GDES 1-End Term Essay

Overall the work for the last three maps was a lot of time but in the end produced presentable maps for show. At the beginning of this project I did not spend as much time in the lab and spent most of my time looking at other graphs on pintrest or Google to gather ideas of what had been done. However, by the middle of the second map I was spending about 2 hours in the lab every day not including class time. After the “final” critic for the third map I was spending 3 hours in the labs on Monday and Wednesday and 4 to 5 hours on Tuesday and Thursday. During this time I would be going between the three maps so that I did not get annoyed with one when I would get stressed about something not turning out the way I wanted it to look.
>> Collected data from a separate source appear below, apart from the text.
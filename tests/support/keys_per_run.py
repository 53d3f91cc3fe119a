"""Keys per run: a sample walk recorded on the run card by keys, and the keys each run took.

```
.venv/bin/python -m tests.support.keys_per_run [WALK] [--plain]
```

The walk (``sample_walks/retail_fitout.toml`` unless given) keeps its job, defaults, sources and
feeders; its branch runs are taken out and typed back, in the walk's order, into the real app
(Textual's Pilot, 80x24). For each run a typist who reads the card plans the fewest keys from
what the card shows: the card as it stands, or ``ctrl+r`` first (a card like the last run), a
load that states its circuit (``32.5A 3P``) or the circuit typed in its own field. Each field
that differs is reached the shortest way (Tab or Down, Up or shift+Tab, ctrl+o), typed over
(entering a field selects its text; Backspace empties it), with Tab's completion in From and To
where a shorter prefix gives the name (an empty To: the name ``ctrl+r`` would step to). The
plan uses the card's own form (``gaugewalk.model.session.card_form``) to see what the card
fills in after each field. The keys are then typed, and every stored run must equal the
sample's on the card's fields; the run id is taken as the card suggests it, and the notes
and bends (not what this measures) are left out. ``--plain`` plans without ``ctrl+r`` and the
proposed To, as the card was before them.

A run *like the last one* is the next of a row: it differs from the run before it in the walk
only in its length and its To, which is the last To stepped on ("row 2" after "row 1", "boxes B"
after "boxes A"). Every other run is a *new kind*.
"""

from __future__ import annotations

import argparse
import asyncio
import statistics
import sys
import tempfile
import tomllib
from collections import deque
from dataclasses import dataclass, field
from pathlib import Path

from gaugewalk.model.session.card_form import (
    FIELD_KEYS,
    MAIN_KEYS,
    CardForm,
    complete,
    run_to_fields,
    shown,
    yes_no,
)
from gaugewalk.model.session.card_steps import step_name
from gaugewalk.model.walk.job import Run
from gaugewalk.model.walkfile.read import load_walk
from gaugewalk.model.walkfile.write import dumps_walk

SAMPLE = Path(__file__).resolve().parents[2] / "sample_walks" / "retail_fitout.toml"
COMPARED = ("from", "to", "length", "load", "continuous", "distributed", "connection", "sets",
            "size", "material", "raceway")
"""The run's fields the card records and the stored run is compared on (walk file names)."""
TYPED = ("from", "to", "length", "load", "kind", "circuit", "continuous", "spread", "sets",
         "size", "material", "raceway")
"""The card's fields the typist fills in (the id is taken as suggested; notes left out)."""
YES_NO = ("continuous", "spread")
LIKE_LAST_TARGET = 12
"""Most keys for a run like the last one (the issue's target)."""
NEW_KIND_TARGET = 35
"""Most keys, on average, for a run of a new kind (the issue's target)."""


@dataclass
class Recorded:
    """One run typed: the sample run, the keys, and whether it is like the run before it."""

    run: Run
    keys: list[str]
    like_last: bool


@dataclass
class Tally:
    runs: list[Recorded] = field(default_factory=list)

    def counts(self, like_last: bool) -> list[int]:
        return [len(r.keys) for r in self.runs if r.like_last == like_last]

    def lines(self) -> list[str]:
        out = [f"{'run':8} {'kind':9} keys  to / keys typed"]
        for r in self.runs:
            kind = "like last" if r.like_last else "new kind"
            out.append(f"{r.run.id:8} {kind:9} {len(r.keys):4}  {r.run.to}")
            out.append(f"{'':24}{' '.join(r.keys)}")
        same, new = self.counts(True), self.counts(False)
        out.append("")
        out.append(f"all {len(self.runs)} runs: {sum(same) + sum(new)} keys, "
                   f"{(sum(same) + sum(new)) / len(self.runs):.1f} a run")
        if same:
            out.append(f"like the last one ({len(same)}): at most {max(same)}, mean "
                       f"{statistics.mean(same):.1f} (target: at most {LIKE_LAST_TARGET})")
        if new:
            out.append(f"a new kind ({len(new)}): mean {statistics.mean(new):.1f}, median "
                       f"{statistics.median(new):g}, at most {max(new)} (target: "
                       f"{NEW_KIND_TARGET} on average)")
        return out


def card_texts(run: Run) -> dict[str, str]:
    """What the typist wants each card field to say for ``run``."""
    texts = run_to_fields(run)
    texts["circuit"] = run.connection or ""
    for key in YES_NO:  # the card takes y and n
        texts[key] = texts[key][:1]
    return {k: texts[k] for k in TYPED}


def _same(key: str, shown: str, wanted: str) -> bool:
    if key in YES_NO:
        return yes_no(shown) == yes_no(wanted)
    if key in ("material", "circuit", "size", "raceway", "sets"):
        return shown.strip().casefold() == wanted.strip().casefold()
    return shown == wanted


def _moves(values: dict[str, str], start: str, last_main: str,
           goal: str) -> tuple[list[str], str]:
    """The fewest keys from field ``start`` to ``goal`` among the fields the card shows for
    ``values`` (Down and Up wrap round the card; ctrl+o goes from a main field to the other
    fields and back to the main field left), and the main field ctrl+o returns to afterwards."""
    order = [k for k in FIELD_KEYS if shown(k, values)]
    n = len(order)
    seen = {(start, last_main)}
    queue: deque[tuple[str, str, list[str]]] = deque([(start, last_main, [])])
    while queue:
        here, main, path = queue.popleft()
        if here == goal:
            return path, main
        i = order.index(here)
        steps = (("down", order[(i + 1) % n]), ("up", order[(i - 1) % n]),
                 ("ctrl+o", "panel" if here in MAIN_KEYS else main))
        for key, there in steps:
            state = (there, there if there in MAIN_KEYS else main)
            if state not in seen:
                seen.add(state)
                queue.append((*state, [*path, key]))
    raise AssertionError(f"no way from {start} to {goal}")


def _field_keys(text: str) -> list[str]:
    return list(text) if text else ["backspace"]


def plan(card, wanted: dict[str, str], like: str | None, plain: bool) -> list[str] | None:
    """The keys that make ``card`` (a new-run card on screen) say ``wanted``, ending in Enter;
    ``like``: with ctrl+r ``"first"`` or ``"after to"`` (To typed first, which ctrl+r keeps).
    None when the plan cannot get there."""
    form = CardForm(card.session)
    form.values, form.typed = dict(card.form.values), set(card.form.typed)
    form.last_stored = card.form.last_stored
    here = (card.focused.id or "")[2:]
    main = card._last_main
    keys: list[str] = []
    last = form.last_run()
    if like is not None and last is None:
        return None
    for _ in range(3 * len(TYPED)):
        todo = [k for k in TYPED if not _same(k, form.values[k], wanted[k])]
        if last is not None and (like == "first" or (like == "after to" and "to" not in todo)):
            keys.append("ctrl+r")
            here = main = form.like(last)
            like = None
            continue
        if not todo:
            return [*keys, "enter"]
        goal = "to" if like == "after to" else min(
            todo, key=lambda k: len(_moves(form.values, here, main, k)[0]))
        moves, main = _moves(form.values, here, main, goal)
        keys += moves
        here = goal
        text = wanted[goal]
        typed = _field_keys(text)
        options = card.completions(goal)
        for end in range(0 if goal == "to" and not plain else 1, len(text)):
            prefix = text[:end]
            taken = form.proposed_to() if goal == "to" and not prefix else complete(prefix, options)
            if taken == text:
                if end + 1 < len(typed):
                    typed = [*prefix, "tab"]
                break
        form.type(goal, text)
        keys += typed
        if typed[-1] == "tab":
            order = [k for k in FIELD_KEYS if shown(k, form.values)]
            here = order[(order.index(goal) + 1) % len(order)]
            main = here if here in MAIN_KEYS else main
    return None


def load_variants(run: Run, wanted: dict[str, str]) -> list[dict[str, str]]:
    """The card texts with the load as written, and with the load stating its circuit's poles
    (``32.5A 3P``), which the card's circuit then follows."""
    poles = {"LN": "1P", "LL": "2P", "3P": "3P"}.get(run.connection or "")
    out = [wanted]
    if poles and wanted["load"]:
        value, _, pf = wanted["load"].partition(" pf")
        out.append({**wanted, "load": f"{value} {poles}" + (f" pf{pf}" if pf else "")})
    return out


def best_plan(card, run: Run, plain: bool) -> list[str]:
    plans = [p for wanted in load_variants(run, card_texts(run))
             for like in ((None,) if plain else (None, "first", "after to"))
             if (p := plan(card, wanted, like, plain)) is not None]
    if not plans:
        raise AssertionError(f"no keys make the card say {run.id}")
    return min(plans, key=len)


def start_walk(sample: Path, folder: Path) -> tuple[Path, list[Run]]:
    """The sample with its branch runs taken out, written in ``folder``; and those runs."""
    job = load_walk(sample)
    branch = [r for r in job.runs if not job.is_feeder(r)]
    feeders = [r for r in job.runs if job.is_feeder(r)]
    path = folder / sample.name
    path.write_text(dumps_walk(job.model_copy(update={"runs": feeders})), encoding="utf-8")
    return path, branch


def _compared(run: Run) -> dict:
    data = run.model_dump(by_alias=True)
    return {k: data[k] for k in COMPARED}


async def record(sample: Path = SAMPLE, plain: bool = False) -> Tally:
    """Type the sample's branch runs into the app; check what is stored; count the keys."""
    from gaugewalk.tui.app.screens.card import RunCard
    from tests.support.app_helpers import burst, new_app, opened

    tally = Tally()
    with tempfile.TemporaryDirectory() as tmp:
        path, runs = start_walk(sample, Path(tmp))
        app = new_app(path, Path(tmp) / "cfg")
        async with app.run_test(size=(80, 24)) as pilot:
            await opened(app, pilot)
            await burst(app, pilot, ["n"])
            session = app.session
            assert session is not None  # opened
            previous: Run | None = None
            for run in runs:
                card = app.screen
                assert isinstance(card, RunCard), f"the card closed before {run.id}"
                keys = best_plan(card, run, plain)
                stored = len(session.job.runs)
                await burst(app, pilot, keys)
                job = session.job
                assert len(job.runs) == stored + 1, (
                    f"{run.id} not stored with {keys}: {card.query_one('#card-msg').render()}")
                got = _compared(job.runs[-1])
                assert got == _compared(run), f"{run.id} stored as {got}, typed with {keys}"
                like_last = previous is not None and run.to == step_name(previous.to) and all(
                    getattr(previous, k) == getattr(run, k) for k in
                    ("from_", "load", "continuous", "distributed", "connection", "sets", "size",
                     "material", "raceway"))
                tally.runs.append(Recorded(run, (["n"] if previous is None else []) + keys,
                                           like_last))
                previous = run
            await burst(app, pilot, ["escape"])
        stored_text = tomllib.loads(path.read_text(encoding="utf-8"))
        assert len(stored_text["run"]) == len(load_walk(sample).runs)
    return tally


def main(argv: list[str] | None = None) -> int:
    parser = argparse.ArgumentParser(description=__doc__.split("\n\n")[0])
    parser.add_argument("walk", nargs="?", default=str(SAMPLE))
    parser.add_argument("--plain", action="store_true",
                        help="without ctrl+r and the proposed To (the card before them)")
    args = parser.parse_args(argv)
    tally = asyncio.run(record(Path(args.walk), args.plain))
    print("\n".join(tally.lines()))
    return 0


if __name__ == "__main__":
    sys.exit(main())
When we did the first round of critics for all of the maps, my sophistication of my work was medium. I knew what I wanted all of my maps to look like however they were not at the level at all of a professional or to be presented. The time after the third map was very useful to me because this was when I did a lot of the biggest changes to my maps that moved them towards professional looking maps. I think that I was able to push towards to these more professional final maps because I was able to see my work against the other students of the class and was able to see what was and was not working with everyone’s work. In the end, I feel that the my maps are now real world presentable however I still do not feel that they are the best that they could be. The campus map (#1) is still having some trouble with the presentation and use of colors. The information map (#2) I feel is not arranged in the most productive and visual pleasing way. Lastly the decision map (#3) still has some cluster problems with the car names and the rest of the visual work. I will be working on this to see if I can do some final fixes before the final interview.

Dealing with feedback can be hard at times if you think that your design is amazing or if you know that your design is not up to quota at all. I feel that the critics that I get in this class, though harsh at times, is very informative and allows me to see views that I would not have thought about. I know that my final decision map would not have turned out the way that it did if it were not for Alexa Bogram who I asked opinions for outside of class. Although I know that I did not used or identify all of the critics that I was given, I feel that I was able to grow as a designer because of the ideas and changes made from the critics.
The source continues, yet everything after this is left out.